Yesterday, I read a piece in our local newspaper discussing the problems rising sea level will cause. Built into the article were two assumptions, both of which are probably incorrect.
- Assumption 1 – Sea level could rise by as much as a meter by the year 2100
- Assumption 2 – Man can take actions to alter this in some significant way.
When I look at sea level data I see confusion. Today was no exception. My inquiry began with a look at Satellite data courtesy of Colorado University.
Sea level, according to CU, is rising at a rate of about 3.2 millimeters a year (plus or minus 12.5%). That’s about an 1/8 of an inch per year or about a foot per century. Plus or minus an inch or two. Not exactly a meter, but coastal regions will have difficulties. Sea level has been rising since the Little Ice Age ended some 250 years ago. If I had land in Key West, I’d be worried.

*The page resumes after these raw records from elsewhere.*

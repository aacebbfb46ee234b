"""The search for ladders: complete as far as it goes, and able to say how far that is."""

from __future__ import annotations

import math
import os
from collections.abc import Iterator
from concurrent.futures import ThreadPoolExecutor
from dataclasses import dataclass, field, replace
from typing import Protocol

import numpy as np
import numpy.typing as npt

from .stock import Stock

Float = npt.NDArray[np.float64]

_BLOCK = 400_000  # pairs of tuples at a time, to bound the memory taken
_AT_ONCE = 1e6  # pairs: a search of no more is not cut into levels
_FIRST, _GROWTH = 2e5, 4  # pairs in the first level, and how much more each next one holds
_MOST = 2e7  # pairs in the last one
_ROW = 20  # pairs that take the time, and the memory, of one tuple
_STEP = 1.1  # from one spread that is considered to the next; about a step of E24
_KEPT = 8  # times as many candidates as are asked for, to be held against the exact engine
_PIECES = 50
_DIGITS = 9
_CLOSE = 1e-9


class Question(Protocol):
    """What is asked of a ladder.

    sums: limits of the sum of modes, weights(r) . columns(c), outside of which the target cannot be met;
    rising: whether it grows with the last resistor, or falls
    enough: the margin beyond which more is not better; cost: of a margin, in those of a cutoff's
    """

    @property
    def sections(self) -> int:
        """How many."""

    @property
    def resistors(self) -> Stock:
        """The values to choose from."""

    @property
    def capacitors(self) -> Stock:
        """The values to choose from."""

    @property
    def sums(self) -> tuple[float, float]:
        """The least and the greatest sum of modes."""

    @property
    def rising(self) -> bool:
        """Whether that sum grows with the last resistor."""

    @property
    def enough(self) -> float:
        """The margin that counts."""

    @property
    def cost(self) -> float:
        """The work of a margin."""

    def weights(self, r: Float) -> Float:
        """What each capacitor counts in the sum of modes, (ladders, sections)."""

    def columns(self, c: Float) -> Float:
        """What the weights are multiplied with, (ladders, sections)."""

    def span(self, r: Float, c: Float) -> tuple[Float, Float]:
        """The least and the greatest last resistor with which the target may be met, ohm, (ladders,)."""

    def margins(self, r: Float, c: Float) -> Float:
        """How far, as the logarithm of a factor, the tightest claim is met at the worst of tolerances."""

    def noise(self, r: Float, c: Float) -> Float:
        """What falls with the thermal noise at the output."""


@dataclass(frozen=True)
class Hits:
    """Ladders that meet a target, the best first: values (ladders, sections), margin and rank keys."""

    r: Float
    c: Float
    margin: Float
    keys: Float  # (ladders, 4), each smaller for the better

    def __len__(self) -> int:
        return len(self.r)

    def best(self, count: int) -> Hits:
        """The first ones in order of rank."""
        order = np.lexsort(self.keys.T[::-1])[:count]
        return Hits(self.r[order], self.c[order], self.margin[order], self.keys[order])

    @classmethod
    def joined(cls, pieces: list[Hits]) -> Hits:
        """All of several, each ladder once."""
        r, c, margin, keys = (
            np.concatenate([getattr(piece, name) for piece in pieces])
            for name in ("r", "c", "margin", "keys")
        )
        _, first = np.unique(np.concatenate([r, c], axis=1), axis=0, return_index=True)
        return cls(r[first], c[first], margin[first], keys[first])


@dataclass(frozen=True)
class Tally:
    """How many combinations there are, and what came of them.

    combinations: in all; within: those whose values spread by no more than `spread`
    by_sum: of those, excluded by the bounds of the sum of modes; by_span: by the span of the last resistor
    computed: whose margin was computed; met: that meet the target; solved: spans worked out
    complete: nothing that was left out can rank higher; tapers: how many
    were looked at besides, with impedance that rises from section to section
    """

    combinations: int
    within: int = 0
    spread: float = math.inf
    by_sum: int = 0
    by_span: int = 0
    computed: int = 0
    met: int = 0
    solved: int = 0
    complete: bool = True
    tapers: int = 0
    tapers_met: int = 0


@dataclass
class _Counts:
    by_sum: int = 0
    by_span: int = 0
    computed: int = 0
    met: int = 0
    solved: int = 0
    pieces: list[Hits] = field(default_factory=list)

    def add(self, other: _Counts, most: int) -> None:
        """Count another block's too, and keep no more of both than the best `most`."""
        self.by_sum += other.by_sum
        self.by_span += other.by_span
        self.computed += other.computed
        self.met += other.met
        self.solved += other.solved
        self.pieces += other.pieces
        if len(self.pieces) > _PIECES:
            self.pieces = [Hits.joined(self.pieces).best(most)]


def search(question: Question, keep: int) -> tuple[Hits, Tally]:
    """The ladders that meet a target best, at most 8 keep of them, and how far the search went.

    Ranked by margin (beyond `enough` all are alike), spread of values, noise. Combinations are taken in the
    order of their spread, and the search ends as soon as `keep` have margin enough: what is left spreads
    wider. Where there are too many for that it goes on along tapers.
    """
    n, resistors, capacitors = question.sections, question.resistors, question.capacitors
    total = len(resistors) ** n * len(capacitors) ** n
    hits, tally = _none(n), Tally(total)
    for spread in _levels(question):
        if not math.isfinite(spread):
            break
        counts = _covered(question, resistors.rows(n - 1, spread), capacitors.rows(n, spread), spread, keep)
        hits = Hits.joined([hits, *counts.pieces]).best(_KEPT * keep)
        full = spread >= max(resistors.range, capacitors.range)
        within = total if full else resistors.count(n, spread) * capacitors.count(n, spread)
        tally = _told(counts, Tally(total, within, math.inf if full else spread))
        if full or _enough(hits, question) >= keep:
            return hits, tally
    more = _tapers(question, keep)
    hits = Hits.joined([hits, *more.pieces]).best(_KEPT * keep)
    # What came of the tapers is told apart, so that the numbers within the spread add up.
    return hits, replace(
        tally, complete=False, tapers=more.by_sum + more.by_span + more.computed, tapers_met=more.met
    )


def _told(counts: _Counts, tally: Tally) -> Tally:
    return replace(
        tally,
        by_sum=counts.by_sum,
        by_span=counts.by_span,
        computed=counts.computed,
        met=counts.met,
        solved=counts.solved,
    )


def _none(sections: int) -> Hits:
    empty = np.empty((0, sections))
    return Hits(empty, empty, np.empty(0), np.empty((0, 4)))


def _enough(hits: Hits, question: Question) -> int:
    return int((hits.margin >= question.enough).sum())


def _pairs(question: Question, spread: float) -> float:
    """The work of a level, in pairs of tuples."""
    n = question.sections
    rows = question.resistors.count(n - 1, spread), question.capacitors.count(n, spread)
    return question.cost * (rows[0] * rows[1] + _ROW * sum(rows))


def _levels(question: Question) -> Iterator[float]:
    """Spreads to search within, rising; infinity where the next one would hold too many pairs."""
    full = max(question.resistors.range, question.capacitors.range)
    if _pairs(question, full) <= _AT_ONCE:
        yield full
        return
    spread, done, pairs = 1.0, 0.0, _pairs(question, 1.0)
    while spread < full:
        wider = min(spread * _STEP, full)
        upcoming = _pairs(question, wider)
        if pairs >= max(_FIRST, _GROWTH * done) or upcoming > _MOST:
            yield spread
            done = pairs
        if upcoming > _MOST:
            yield math.inf
            return
        spread, pairs = wider, upcoming
    yield full


def _tapers(question: Question, keep: int) -> _Counts:
    """Ladders whose impedance rises from section to section by one ratio of resistors, one of capacitors."""
    n = question.sections
    for steps in (36, 24, 12, 6, 3):
        ratios = 10 ** (np.arange(steps + 1) * 3 / steps)
        r = question.resistors.tapers(n - 1, ratios)
        c = question.capacitors.tapers(n, 1 / ratios)
        if question.cost * len(r) * len(c) <= _MOST:
            break
    return _covered(question, r, c, math.inf, keep)


def _covered(question: Question, r: Float, c: Float, spread: float, keep: int) -> _Counts:
    """Every pair of resistors but the last, a row of r, with capacitors, a row of c; all last resistors."""
    stock = question.resistors.values
    first = np.full(len(r), stock[0]) if not r.shape[1] else r.max(axis=1) / spread * (1 - _CLOSE)
    last = np.full(len(r), stock[-1]) if not r.shape[1] else r.min(axis=1) * spread * (1 + _CLOSE)
    low = np.searchsorted(stock, first, side="left")
    high = np.searchsorted(stock, last, side="right") - 1  # the last one that is still allowed
    weights = [question.weights(np.concatenate([r, stock[each][:, None]], axis=1)) for each in (low, high)]
    if not question.rising:
        weights.reverse()
    columns = np.ascontiguousarray(question.columns(c).T)
    wide = max(1, min(len(c), _BLOCK))
    tall = max(1, _BLOCK // wide)
    blocks = [(i, j) for i in range(0, len(r), tall) for j in range(0, len(c), wide)]

    def work(block: tuple[int, int]) -> _Counts:
        rows, cols = slice(block[0], block[0] + tall), slice(block[1], block[1] + wide)
        least, most = weights[0][rows] @ columns[:, cols], weights[1][rows] @ columns[:, cols]
        possible = (least <= question.sums[1] * (1 + _CLOSE)) & (most >= question.sums[0] * (1 - _CLOSE))
        at_r, at_c = np.nonzero(possible)
        choices = high[rows] - low[rows] + 1
        solved = int(choices[at_r].sum())
        counts = _Counts(by_sum=int(choices.sum()) * least.shape[1] - solved, solved=len(at_r))
        # Numbers beyond a double's meet no target; threads do not inherit how numpy takes them.
        with np.errstate(all="ignore"):
            window = low[rows][at_r], high[rows][at_r]
            _solve(question, r[rows][at_r], c[cols][at_c], window, keep, counts)
        counts.by_span = solved - counts.computed
        return counts

    total = _Counts()
    pool = ThreadPoolExecutor(min(4, os.cpu_count() or 1))
    try:
        for done in pool.map(work, blocks):
            total.add(done, _KEPT * keep)
    finally:
        pool.shutdown(cancel_futures=True)  # whoever interrupts the search does not wait for the rest of it
    return total


def _solve(
    question: Question,
    r: Float,
    c: Float,
    window: tuple[npt.NDArray[np.intp], npt.NDArray[np.intp]],
    keep: int,
    counts: _Counts,
) -> None:
    """For each row the last resistors in stock with which the target may be met, and what they make of it."""
    if not len(c):
        return
    stock = question.resistors.values
    least, most = question.span(r, c)
    first = np.maximum(np.searchsorted(stock, least * (1 - _CLOSE), side="left"), window[0])
    last = np.minimum(np.searchsorted(stock, most * (1 + _CLOSE), side="right") - 1, window[1])
    open_rows = np.flatnonzero(last >= first)
    while len(open_rows):
        full = np.concatenate([r[open_rows], stock[first[open_rows]][:, None]], axis=1)
        _keep_met(question, full, c[open_rows], keep, counts)
        first[open_rows] += 1
        open_rows = open_rows[last[open_rows] >= first[open_rows]]


def _keep_met(question: Question, r: Float, c: Float, keep: int, counts: _Counts) -> None:
    margin = question.margins(r, c)
    counts.computed += len(r)
    met = np.flatnonzero(margin >= 0)
    if not len(met):
        return
    counts.met += len(met)
    r, c, margin = r[met], c[met], margin[met]
    keys = ranked(r, c, margin, question.enough, question.noise(r, c))
    counts.pieces.append(Hits(r, c, margin, keys).best(_KEPT * keep))


def ranked(r: Float, c: Float, margin: Float, enough: float, noise: Float) -> Float:
    """The rank keys of ladders, (ladders, 4): margin as far as it counts, spread, noise, margin."""
    spread = np.maximum(r.max(axis=1) / r.min(axis=1), c.max(axis=1) / c.min(axis=1))
    # Rounded, so that what is the same but for rounding ties.
    keys = [np.round(-np.minimum(margin, enough), _DIGITS), np.round(spread, _DIGITS), noise]
    return np.stack([*keys, np.round(-margin, _DIGITS)], axis=1)


__all__ = ["Hits", "Question", "Tally", "ranked", "search"]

But sea level in Key West isn’t rising at 3.2mm/yr, it’s rising at 2.24 mm/yr. And the trend has been steady for the 100 years of the data.
Key West may be under water at some date in the future, but the rate of change appears to be much less than predicted by IPCC scientists. I suppose Key West could be an oddity, but it’s unlikely. I visited the NOAA web site and checked many places I thought might be interesting. Places like Bermuda, Honolulu, San Francisco, Venice. Yep, Venice, well Trieste, it’s just across the bay.
Trieste’s rate is less than 40% of the Satellite predicted rate.
1.24/3.4 = .397 or 39.7%
The margin for error is half the satellite data rate (.2 mm vs .4mm)
Every place I checked had a trend rate that was less than the satellite data. In most cases the predicted margin for error was less than the satellite data too. A few select data points have a longer history too. I tabulated the results
City rate of change data history
San Francisco 2.01 mm/yr 160 years Honolulu 1.50 mm/yr 110 years New York 2.77 mm/yr 120 years Bermuda 2.04 mm/yr 70 years Narvik, Norway -2.06 mm/yr 60 years Cochin, India 1.71 mm/yr 70 years Hong Kong 2.92 mm/yr 60 years Nagasaki, Japan 2.20 mm/yr 45 years Sydney, Australia 0.65 mm/yr 130 years Auckland, New Zealand 1.29 mm/yr 120 years
This data doesn’t tell the full story of the confusion. Individual sites provide lots of conflicting data. Honolulu has been trending down since about 2002:
The NOAA presentation of the Bermuda data a bit odd:
Most of the increase shown in Bermuda happened before 1960. Had the data set begun in 1955 instead of 1934 the trend line would have shown nearly no net change. Sea level rose fairly rapidly from 193o until 1955 and has been relatively stable since then. Go figure.
Virtually every city I checked showed a less ominous looking trend line than the satellite data. This land based data has it’s limitations. Many international cities have tiny data sets, particularly in South America and Africa. Only one data point exists for all of Antarctica
I would argue that the Antarctica data doesn’t really suggest a trend but NOAA calculates the trend at 1.43mm/yr. When I look at the data I see no net changes since 1960. Sounds kind of like Bermuda’s data to me?
Something is wrong. Every land site I checked showed less overall change than the satellite data. How can that be? The satellite data is an average for the whole world. Some specific locations should be higher and some places should be lower.
Northern locations like Alaska and Norway are showing reduced sea level due to reduced gravitational pull from the Arctic Ice Sheet (presumably). Where are the equatorial places that are compensating for that reduction? I can’t make sense of the data. Satellite data and measurements at land interfaces don’t tell the same story.
Sea level is extraordinarily difficult to calculate. Sea level changes in one part of the world can take years and years to impact the ecosystem. I understand that storms and changing ice sheets impact the data. Change that can take decades to correct.
WHY is the satellite data very nearly ALWAYS significantly higher than the land data?
The Satellite data has been higher every year since the data began in 1993. Every year! Most places I have checked disagree by about 1 mm per year. After 20 years of data the sources disagree with each other by about 20 mm. or about .78 inches. The longer this condition exists, the less I trust the data sets.
It really is difficult to make accurate predictions about sea level if you don’t have the ability to accurately graph the underlying trend line. Sea level, almost certainly, has been rising since the end of the Little Ice Age some 250 years ago. But by how much? Almost no statistical data exists before the Civil War. I suspect SWAG.
Sea level has been steadily rising for probably 250 years. How much has been man’s impact? I don’t know and I’ll go a step further…nobody knows!
I am not convinced that we have the tools necessary to accurately predict the future course of events as it relates to sea level. Sea level appears to be an indicator that follows rather than leads climate change. How much of today’s changes in sea level were impacted by global temperatures of 20 or 50 or 100 years ago? I don’t know. I see guessing here, there and everywhere.
IPCC scientists might have the trends right….but even that is…I fear …. a guess.